Isocitrate protects DJ-1 null dopaminergic cells from oxidative stress through NADP+-dependent isocitrate dehydrogenase (IDH).

• Main Authors: Jinsung Yang, Min Ju Kim, Woongchang Yoon, Eun Young Kim, Hyunjin Kim, Yoonjeong Lee, Boram Min, Kyung Shin Kang, Jin H Son, Hwan Tae Park, Jongkyeong Chung, Hyongjong Koh
• Format: Article
• Language: English
• Published: Public Library of Science (PLoS) 2017-08-01
• Series: PLoS Genetics
• Online Access: http://europepmc.org/articles/PMC5578699?pdf=render
• ISSN: 1553-7390; 1553-7404

DJ-1 is one of the causative genes for early onset familiar Parkinson's disease (PD) and is also considered to influence the pathogenesis of sporadic PD. DJ-1 has various physiological functions which converge on controlling intracellular reactive oxygen species (ROS) levels. In RNA-sequencing analyses searching for novel anti-oxidant genes downstream of DJ-1, a gene encoding NADP+-dependent isocitrate dehydrogenase (IDH), which converts isocitrate into α-ketoglutarate, was detected. Loss of IDH induced hyper-sensitivity to oxidative stress accompanying age-dependent mitochondrial defects and dopaminergic (DA) neuron degeneration in Drosophila, indicating its critical roles in maintaining mitochondrial integrity and DA neuron survival. Further genetic analysis suggested that DJ-1 controls IDH gene expression through nuclear factor-E2-related factor2 (Nrf2).
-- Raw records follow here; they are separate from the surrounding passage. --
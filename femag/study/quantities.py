"""What a study keeps of each result: names, units and where each comes from."""

from __future__ import annotations

import difflib
from collections.abc import Callable, Iterable, Mapping
from dataclasses import dataclass
from operator import attrgetter
from typing import TYPE_CHECKING, Any

from femag.errors import InputError
from femag.geometry import half_window_height

if TYPE_CHECKING:
    from femag.result import Result

Value = float | int | bool | str | None
BOUNDS = ("lower", "value", "upper")


@dataclass(frozen=True)
class Part:
    """One number of a quantity, or one for each of its entries.

    Parameters
    ----------
    unit : str
        SI unit, "" for none.
    of : callable
        The number of a result; where the quantity has entries, a mapping from their names.
    """

    unit: str
    of: Callable[[Result], Any]


def _bounds(name: str, unit: str) -> dict[str, Part]:
    return {bound: Part(unit, attrgetter(f"{name}.{bound}")) for bound in BOUNDS}


def _scalar(name: str, unit: str = "") -> dict[str, Part]:
    return {"": Part(unit, attrgetter(name))}


def _of_hand(name: str) -> Callable[[Result], dict[str, Value]]:
    value = attrgetter(name)
    return lambda result: {row.estimate.name: value(row) for row in result.hand}


def _of_each(entries: str, label: str, name: str) -> Callable[[Result], dict[str, Value]]:
    value = attrgetter(name)
    return lambda result: {
        str(getattr(entry, label)): value(entry) for entry in getattr(result, entries)
    }


def _gap(result: Result) -> float:
    gaps = result.design.gaps
    return gaps[0].length if gaps else 0.0


def _window_height(result: Result) -> float:
    return 2.0 * half_window_height(result.design.core, result.design.gaps)


QUANTITIES: dict[str, dict[str, Part]] = {
    "shape": {
        "gap": Part("m", _gap),
        "post_diameter": Part("m", lambda result: 2.0 * result.design.core.turned.post_radius),
        "window_diameter": Part("m", lambda result: 2.0 * result.design.core.window_radius),
        "window_height": Part("m", _window_height),
        "turns": Part("", attrgetter("design.turns")),
    },
    "inductance": _bounds("inductance", "H"),
    "apparent_inductance": _scalar("apparent_inductance", "H"),
    "incremental_inductance": _scalar("incremental_inductance", "H"),
    "plain_inductance": _scalar("plain_inductance", "H"),
    "al_value": _scalar("al_value", "H"),
    "flux_linkage": _scalar("flux_linkage", "Wb"),
    "magnet_flux_linkage": _scalar("magnet_flux_linkage", "Wb"),
    "coenergy": _bounds("coenergy", "J"),
    "stored_energy": _scalar("stored_energy", "J"),
    "fringing_factor": _scalar("fringing_factor"),
    "gap_factor": _scalar("gap_factor"),
    "current": _scalar("current", "A"),
    "tolerance": _scalar("design.tolerance"),
    "unknowns": _scalar("unknowns"),
    "refinements": _scalar("refinements"),
    "seconds": _scalar("seconds", "s"),
    "design_hash": _scalar("design_hash"),
    "hand": {
        "error": Part("", _of_hand("error")),
        "in_range": Part("", _of_hand("estimate.in_range")),
        "inductance": Part("H", _of_hand("estimate.inductance")),
    },
    "section_means": {"flux_density": Part("T", _of_each("section_means", "name", "flux_density"))},
    "volume_shares": {
        "flux_density": Part("T", _of_each("volume_shares", "share", "flux_density"))
    },
    "copper": {
        "fill": Part("", _of_each("copper", "name", "fill")),
        "layers": Part("", _of_each("copper", "name", "layers")),
        "wire_length": Part("m", _of_each("copper", "name", "wire_length")),
        "resistance": Part("ohm", _of_each("copper", "name", "resistance")),
    },
}
"""Quantities, each with its parts; a part without a name is the quantity itself."""

ENTRIES = {
    "hand": "formula",
    "section_means": "section",
    "volume_shares": "share",
    "copper": "winding",
}
"""What an entry of a quantity that has entries is called."""

DEFAULT = (
    "inductance", "apparent_inductance", "incremental_inductance", "plain_inductance",
    "al_value", "flux_linkage", "magnet_flux_linkage", "coenergy", "stored_energy",
    "fringing_factor", "gap_factor", "current", "tolerance", "unknowns", "refinements", "hand",
)  # fmt: skip


def checked_quantities(names: Iterable[str]) -> tuple[str, ...]:
    """Return the quantities to keep: the shape and those asked for, all usual ones if none is.

    Raises
    ------
    InputError
        If one is unknown.
    """
    asked = tuple(names)
    for name in asked:
        if name not in QUANTITIES:
            near = difflib.get_close_matches(str(name), QUANTITIES, n=1, cutoff=0.5)
            accepted = f"nearest known: {near[0]!r}" if near else ", ".join(QUANTITIES)
            raise InputError("no such quantity", key="keep", value=name, accepted=accepted)
    return tuple(dict.fromkeys(("shape", *(asked or DEFAULT))))


def kept(result: Result, names: Iterable[str]) -> dict[str, Value]:
    """Return the numbers that are kept of a result, by column name.

    A name is that of the quantity, its part and its entry, joined by dots, as far as it has them:
    ``"inductance.lower"``, ``"fringing_factor"``, ``"hand.error.round edge"``.
    """
    found: dict[str, Value] = {}
    for name in names:
        for part, source in QUANTITIES[name].items():
            column = f"{name}.{part}".rstrip(".")
            value = source.of(result)
            if isinstance(value, Mapping):
                found |= {f"{column}.{entry}": number for entry, number in value.items()}
            else:
                found[column] = value
    return found


def unit_of_column(column: str) -> str:
    """Return the SI unit of a kept column, "" for none or one that is not known."""
    name, part, *_ = (*column.split(".", 2), "")
    found = QUANTITIES.get(name, {}).get(part)
    return found.unit if found else ""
Using Drosophila and mammalian DA models, we found that IDH suppresses intracellular and mitochondrial ROS level and subsequent DA neuron loss downstream of DJ-1. Consistently, trimethyl isocitrate (TIC), a cell permeable isocitrate, protected mammalian DJ-1 null DA cells from oxidative stress in an IDH-dependent manner. These results suggest that isocitrate and its derivatives are novel treatments for PD associated with DJ-1 dysfunction.